What’s noticeable from the start is how unique the film is stylistically. It has elements of a traditional narrative feature as well as elements of documentary filmmaking. She doesn’t treat these two genres differently; she elegantly interweaves different techniques to create different layers to her story. It reaches almost experimental levels at time, and it creates a more visceral experience for the viewer.
The actors aren’t given much to work with in this film due to its nature and blending of genres, but the entire cast is effective even if they aren’t memorable. The narration is quite somber but is often tinged with a mixture of nostalgia and serious reflection. However, it seems that most of the dialogue, which was written by Passoni, was intended to supplement the themes and imagery of the film rather than stand out.
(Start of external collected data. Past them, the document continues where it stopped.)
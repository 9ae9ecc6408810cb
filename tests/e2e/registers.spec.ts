import { devices, type Page } from "@playwright/test";
import { deflateSync } from "node:zlib";
import { DEMO, contextAs, expect, snap, test } from "./fixtures";
import { REGISTER_DEMO } from "./demo-data";

const phone = { ...devices["Pixel 7"], viewport: { width: 390, height: 844 } } as Record<string, unknown>;
delete phone.defaultBrowserType;

/** Unique per run: the CI runs every spec against one database. */
const RUN = Date.now().toString(36).toUpperCase();

/** Today's calendar date in a time zone, shifted by whole days and years. */
function dateIn(timeZone: string, opts: { years?: number; days?: number } = {}): string {
  const today = new Intl.DateTimeFormat("en-CA", { timeZone, year: "numeric", month: "2-digit", day: "2-digit" }).format(new Date());
  const d = new Date(`${today}T12:00:00Z`);
  d.setUTCFullYear(d.getUTCFullYear() + (opts.years ?? 0));
  d.setUTCDate(d.getUTCDate() + (opts.days ?? 0));
  return d.toISOString().slice(0, 10);
}

/** A small real PNG (a grey label with dark bars), built here so the upload is a genuine image. */
function labelPng(width = 160, height = 80): Buffer {
  const crcTable = Array.from({ length: 256 }, (_, n) => {
    let c = n;
    for (let k = 0; k < 8; k++) c = c & 1 ? 0xedb88320 ^ (c >>> 1) : c >>> 1;
    return c >>> 0;
  });
  const crc = (buf: Buffer) => {
    let c = 0xffffffff;
    for (const b of buf) c = crcTable[(c ^ b) & 0xff]! ^ (c >>> 8);
    return (c ^ 0xffffffff) >>> 0;
  };
  const chunk = (type: string, data: Buffer) => {
    const len = Buffer.alloc(4);
    len.writeUInt32BE(data.length);
    const body = Buffer.concat([Buffer.from(type, "ascii"), data]);
    const sum = Buffer.alloc(4);
    sum.writeUInt32BE(crc(body));
    return Buffer.concat([len, body, sum]);
  };
  const ihdr = Buffer.alloc(13);
  ihdr.writeUInt32BE(width, 0);
  ihdr.writeUInt32BE(height, 4);
  ihdr[8] = 8; // bit depth
  ihdr[9] = 0; // greyscale
  const raw = Buffer.alloc((width + 1) * height);
  for (let y = 0; y < height; y++) {
    raw[y * (width + 1)] = 0;
    for (let x = 0; x < width; x++) raw[y * (width + 1) + 1 + x] = y > 20 && y < 60 && x % 12 < 6 ? 40 : 220;
  }
  return Buffer.concat([
    Buffer.from([0x89, 0x50, 0x4e, 0x47, 0x0d, 0x0a, 0x1a, 0x0a]),
    chunk("IHDR", ihdr),
    chunk("IDAT", deflateSync(raw)),
    chunk("IEND", Buffer.alloc(0)),
  ]);
}

async function noHorizontalOverflow(page: Page) {
  const overflow = await page.evaluate(() => document.documentElement.scrollWidth - window.innerWidth);
  expect(overflow, "nothing wider than the screen").toBeLessThanOrEqual(0);
}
That being said, the movie uses lots of graphic and beautiful imagery to tell its story. The cinematography doesn’t just capture the story but the essence of each scene, and it creates an atmosphere that is effective in conveying the film’s mood. Since the film deals with anorexia and political turmoil, some of this imagery is understandably graphic, but Passoni does this in a tasteful way that doesn’t feel exploitative.
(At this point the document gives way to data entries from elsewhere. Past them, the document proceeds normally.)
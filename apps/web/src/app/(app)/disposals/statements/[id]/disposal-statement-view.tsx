"use client";

import Link from "next/link";
import { useId, useState } from "react";
import { useMutation, useQuery, useQueryClient } from "@tanstack/react-query";
import { subject } from "@casl/ability";
import { APPLIANCE_CATEGORY_LABELS, smallApplianceStatementCompleteness } from "@coldtrail/core";
import type { DisposalStatementDetail } from "@coldtrail/db";
import { ApiError, fetchJson, readApiResponse } from "@/lib/client/fetch-json";
import { DetailRow, LoadError, CompletenessLine } from "@/components/detail";
import { useAbility } from "@/components/providers";
import { FieldError, SavedNotice, inputClass, labelClass, secondaryButton } from "../../../jobs/_components/form-bits";
import { AmendPanel, AmendmentHistory, VoidPanel, VoidedBanner } from "../../../jobs/_components/record-history";

const FIELD_WORDS: Record<string, string> = {
  recovered_by_name: "Recovered by",
  recovered_by_address: "Their address",
  recovered_on: "Date of recovery",
  signed_by_name: "Signed by",
  signed_on: "Date signed",
  contract_reference: "Contract reference",
  document_file_key: "Signed document",
  document_mime: "Document type",
};

/** Attach the signed document to a statement already on file: an amendment with a reason. */
function AttachDocument({ id, invalidate }: { id: number; invalidate: string[][] }) {
  const uid = useId();
  const queryClient = useQueryClient();
  const [open, setOpen] = useState(false);
  const [file, setFile] = useState<File | null>(null);
  const [reason, setReason] = useState("Signed copy received");
  const [errors, setErrors] = useState<Record<string, string>>({});
  const upload = useMutation({
    mutationFn: async () => {
      const body = new FormData();
      body.set("reason", reason);
      if (file) body.set("document", file);
      const res = await fetch(`/api/disposals/statements/${id}/document`, {
        method: "POST",
        body,
        headers: { accept: "application/json" },
      });
      await readApiResponse(res, "Upload failed");
    },
    onSuccess: async () => {
      await Promise.all(invalidate.map((queryKey) => queryClient.invalidateQueries({ queryKey })));
      setOpen(false);
    },
    onError: (err) =>
      setErrors(
        err instanceof ApiError
          ? Object.fromEntries(Object.entries(err.fieldErrors).map(([k, m]) => [k, m[0] ?? ""]))
          : { document: "The file could not be sent." },
      ),
  });
  if (!open)
    return (
      <button type="button" className={secondaryButton} onClick={() => setOpen(true)}>
        Upload the signed document
      </button>
    );
  return (
    <form
      noValidate
      className="space-y-3 rounded-lg border-2 border-fjord-600 bg-white p-4"
      onSubmit={(e) => {
        e.preventDefault();
        setErrors({});
        upload.mutate();
      }}
    >
      <div>
        <label htmlFor={`${uid}-file`} className={labelClass}>
          Signed document (photo or PDF)
        </label>
        <input
          id={`${uid}-file`}
          type="file"
          accept="image/jpeg,image/png,image/webp,image/heic,application/pdf"
          onChange={(e) => setFile(e.target.files?.[0] ?? null)}
          className="mt-1 block w-full rounded-lg border border-ink-300 bg-white px-3 py-3"
          aria-invalid={errors.document ? true : undefined}
          aria-describedby={errors.document ? `${uid}-file-error` : undefined}
        />
        <FieldError id={`${uid}-file-error`} message={errors.document} />
      </div>
      <div>
        <label htmlFor={`${uid}-reason`} className={labelClass}>
          Why is it being added?
        </label>
        <input
          id={`${uid}-reason`}
          value={reason}
          onChange={(e) => setReason(e.target.value)}
          className={inputClass}
          aria-invalid={errors.reason ? true : undefined}
        />
        <FieldError id={`${uid}-reason-error`} message={errors.reason} />
      </div>
      <div className="flex gap-2">
        <button
          type="submit"
          disabled={upload.isPending}
          className="rounded-lg bg-fjord-600 px-5 py-3 font-semibold text-white disabled:opacity-60"
        >
          {upload.isPending ? "Uploading…" : "Upload"}
        </button>
        <button type="button" className={secondaryButton} onClick={() => setOpen(false)}>
          Cancel
        </button>
      </div>
    </form>
  );
}

export function DisposalStatementView({ id, saved }: { id: string; saved: boolean }) {
  const ability = useAbility();
  const q = useQuery({
    queryKey: ["disposal-statement", id],
    queryFn: () => fetchJson<DisposalStatementDetail>(`/api/disposals/statements/${encodeURIComponent(id)}`),
    retry: false,
  });
  if (q.isLoading) return <p className="text-ink-600">Loading the signed statement…</p>;
  if (q.isError || !q.data) {
    return <LoadError error={q.error} noun="signed statement" />;
  }
  const s = q.data;
  const where = subject("Disposal", { organisationId: s.organisationId, branchId: s.branchId });
  const complete = smallApplianceStatementCompleteness({
    id: s.id,
    applianceId: s.applianceId,
    signedBy: s.signedByName,
    signedOn: s.signedOn,
    recoveredByName: s.recoveredByName,
    recoveredByAddress: s.recoveredByAddress,
    recoveredOn: s.recoveredOn,
    contractReference: s.contractReference,
  });
  const invalidate = [["disposal-statement", id], ["disposals"]];
  return (
    <article className="mx-auto max-w-2xl space-y-4">
      <Link href="/disposals?tab=statement" className="text-sm text-fjord-700 underline">
        ← All signed statements
      </Link>
      {saved && <SavedNotice>Signed statement saved{s.hasDocument ? " with its signed document" : ""}.</SavedNotice>}
      <header>
        <p className="text-sm font-medium text-ink-600">Signed statement #{s.id} · 40 CFR 82.155(b)</p>
        <h1 className="text-2xl font-semibold text-ink-950">Refrigerant recovered from {s.applianceTag}</h1>
      </header>
      <VoidedBanner at={s.voidedAt} reason={s.voidReason} />
      <CompletenessLine
        complete={complete.complete}
        missing={complete.missing}
        completeText="The statement has everything the rule asks for."
      />
      <section aria-labelledby="doc-h" className="rounded-lg border border-ink-200 bg-white p-4" data-testid="statement-document">
        <h2 id="doc-h" className="text-lg font-semibold text-ink-950">
          Signed document
        </h2>
        {s.hasDocument ? (
          <p className="mt-1 flex flex-wrap items-center gap-2 text-ok">
            <span aria-hidden="true">✓</span> On file ({s.documentMime === "application/pdf" ? "PDF" : "photo"}).
            <a
              href={`/api/disposals/statements/${s.id}/document`}
              target="_blank"
              rel="noopener"
              className="font-medium text-fjord-700 underline"
            >
              Open the signed document
            </a>
          </p>
        ) : (
          <p className="mt-1 text-ink-700">
            <span aria-hidden="true">— </span>Only the form is on file.
          </p>
        )}
        {!s.voidedAt && ability.can("update", where) && (
          <div className="mt-3">
            <AttachDocument id={s.id} invalidate={invalidate} />
          </div>
        )}
      </section>
      <dl className="divide-y divide-ink-100 rounded-lg border border-ink-200 bg-white px-4">
        <DetailRow layout="stacked" label="Appliance">
          {s.applianceTag} — {s.applianceDescription}
          <span className="block text-sm text-ink-600">{APPLIANCE_CATEGORY_LABELS[s.applianceCategory]}</span>
        </DetailRow>
        <DetailRow layout="stacked" label="Recovered by">
          {s.recoveredByName}
        </DetailRow>
        <DetailRow layout="stacked" label="Their address">
          {s.recoveredByAddress}
        </DetailRow>
        <DetailRow layout="stacked" label="Date of recovery">
          {s.recoveredOn}
        </DetailRow>
        <DetailRow layout="stacked" label="Signed by">
          {s.signedByName ?? "—"}
        </DetailRow>
        <DetailRow layout="stacked" label="Date signed">
          {s.signedOn ?? "—"}
        </DetailRow>
        {s.contractReference && (
          <DetailRow layout="stacked" label="Contract">
            {s.contractReference}
          </DetailRow>
        )}
        <DetailRow layout="stacked" label="Branch">
          {s.branchName}
        </DetailRow>
        {s.jobId && (
          <DetailRow layout="stacked" label="Disposal job">
            <Link href={`/jobs/${s.jobId}`} className="text-fjord-700 underline">
              Job #{s.jobId}
            </Link>
          </DetailRow>
        )}
        <DetailRow layout="stacked" label="Recorded">
          {new Date(s.createdAt).toLocaleString("en-US", { dateStyle: "medium", timeStyle: "short" })} by {s.createdByName}
        </DetailRow>
      </dl>
      {!s.voidedAt && (
        <div className="flex flex-wrap items-start gap-3">
          {ability.can("update", where) && (
            <AmendPanel
              url={`/api/disposals/statements/${s.id}`}
              invalidate={invalidate}
              fields={[
                {
                  name: "recoveredByName",
                  label: "Name of the person who recovered the refrigerant",
                  type: "text",
                  value: s.recoveredByName,
                },
                { name: "recoveredByAddress", label: "Their address", type: "textarea", value: s.recoveredByAddress },
                { name: "recoveredOn", label: "Date of recovery", type: "date", value: s.recoveredOn },
                { name: "signedByName", label: "Signed by", type: "text", value: s.signedByName },
                { name: "signedOn", label: "Date signed", type: "date", value: s.signedOn },
                { name: "contractReference", label: "Contract reference", type: "text", value: s.contractReference },
              ]}
            />
          )}
          {ability.can("void", where) && (
            <VoidPanel url={`/api/disposals/statements/${s.id}/void`} invalidate={invalidate} what="statement" />
          )}
        </div>
      )}
      <AmendmentHistory amendments={s.amendments} fieldWords={FIELD_WORDS} massUnit={s.branchMassUnit} />
    </article>
  );
}
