import { ForbiddenError, subject } from "@casl/ability";
import { personAccessInput } from "@coldtrail/core";
import { updatePersonAccess } from "@coldtrail/db";
import { route } from "@/lib/api/route";
import { visiblePerson } from "../_shared";

type Params = { id: string };

/** One person: roles, branches, status and any invitation still waiting. */
export const GET = route<undefined, undefined, Params>({ can: ["read", "User"] }, async ({ ability, db, params }) => {
  return visiblePerson(db, ability, params.id);
});

/** Replace a person's roles and branches (the last-owner and self-promotion guards live in the database layer). */
export const PATCH = route<undefined, typeof personAccessInput, Params>(
  { can: ["update", "Membership"], body: personAccessInput },
  async ({ actor, ability, db, body, params }) => {
    const person = await visiblePerson(db, ability, params.id);
    ForbiddenError.from(ability).throwUnlessCan(
      "update",
      subject("Membership", { organisationId: person.organisationId, userId: person.id }),
    );
    await updatePersonAccess(db, { actor: { userId: actor.userId, organisationId: actor.organisationId }, id: person.id, input: body });
    return visiblePerson(db, ability, params.id);
  },
);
The film also features music by acclaimed filmmaker David Lynch and Lykke Li. Lynch has proven throughout his career to be a master of sound and ambiance, and his work on this film is effective even if it isn’t his most accomplished and fleshed out. There are certain moments that are significantly elevated by his music.
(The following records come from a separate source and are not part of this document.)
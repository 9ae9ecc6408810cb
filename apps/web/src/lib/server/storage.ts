import "server-only";
import { randomUUID } from "node:crypto";
import { GetObjectCommand, PutObjectCommand, S3Client } from "@aws-sdk/client-s3";
import { env } from "../env";
import { DomainError } from "@coldtrail/db";
import { RequestRefused } from "../api/errors";

/**
 * Object storage through the S3 SDK. In development and tests the endpoint is the local S3 fake
 * (s3rver) that the project's scripts start; in production any S3-compatible service.
 */
const globalForS3 = globalThis as unknown as { coldtrailS3?: S3Client };

export function s3(): S3Client {
  globalForS3.coldtrailS3 ??= new S3Client({
    endpoint: env.S3_ENDPOINT,
    region: env.S3_REGION,
    forcePathStyle: true,
    credentials: { accessKeyId: env.S3_ACCESS_KEY_ID, secretAccessKey: env.S3_SECRET_ACCESS_KEY },
    // s3rver stores streamed uploads with chunk framing unless checksums are only sent when required.
    requestChecksumCalculation: "WHEN_REQUIRED",
    responseChecksumValidation: "WHEN_REQUIRED",
  });
  return globalForS3.coldtrailS3;
}

/** Storage could not be reached or refused to keep the file: the request stops before any record is written. */
export function storageUnavailable(): RequestRefused {
  return new RequestRefused(503, "unavailable", "file storage is unavailable, nothing was saved");
}

/** A stored file that is not there: 404, with the status S3 gives it so callers can tell. */
export function fileMissing(): DomainError {
  return Object.assign(new DomainError("not_found", "The file is not in storage"), {
    name: "NoSuchKey",
    $metadata: { httpStatusCode: 404 },
  });
}

function isMissing(err: unknown): boolean {
  const e = err as { $metadata?: { httpStatusCode?: number }; name?: string } | null;
  return e?.name === "NoSuchKey" || e?.$metadata?.httpStatusCode === 404;
}

/**
 * Stores bytes under a key we make (never the client's file name) and returns the key. Callers store
 * the file before writing its record, so when storage is down (503) nothing is saved.
 */
export async function putFile(opts: { prefix: string; bytes: Uint8Array; mime: string; ext: string }): Promise<string> {
  const key = `${opts.prefix.replace(/[^a-z0-9/_-]/gi, "")}/${randomUUID()}.${opts.ext.replace(/[^a-z0-9]/gi, "")}`;
  try {
    await s3().send(new PutObjectCommand({ Bucket: env.S3_BUCKET, Key: key, Body: opts.bytes, ContentType: opts.mime }));
  } catch (err) {
    console.error("file storage:", err);
    throw storageUnavailable();
  }
  return key;
}

/**
 * Reads a stored file. A missing object is "not found" (404, still recognisable by its 404 status for
 * callers with their own words); storage that cannot be reached is 503.
 */
export async function getFile(key: string): Promise<{ bytes: Uint8Array; mime: string }> {
  try {
    const res = await s3().send(new GetObjectCommand({ Bucket: env.S3_BUCKET, Key: key }));
    const bytes = await res.Body!.transformToByteArray();
    return { bytes, mime: res.ContentType ?? "application/octet-stream" };
  } catch (err) {
    if (isMissing(err)) throw fileMissing();
    console.error("file storage:", err);
    throw new RequestRefused(503, "unavailable", "file storage is unavailable; try again in a few minutes");
  }
}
The main flaw with the film is simultaneously how little time it has to explore its themes about power and suffering and also with how it seems to misallocate its short runtime. Some sections significantly dragged, and by the end, the film loses a lot of the initial momentum from the film’s great opening moments. Despite this, Passoni has created a unique experience that speaks to the times, especially in regard to the political anorexia the world faces as we all slowly become isolated from each other in these uncertain times.
Êxtase may not be a comprehensive exploration of its subjects, but it is an undeniably brave and personal film for Passoni, and it features some great imagery. It’s one of the most brutally honest films I’ve seen this year, but it can suffer at times from its inconsistent pace.
Êxtase is available on MoMA’s virtual cinema from March 28 to April 2.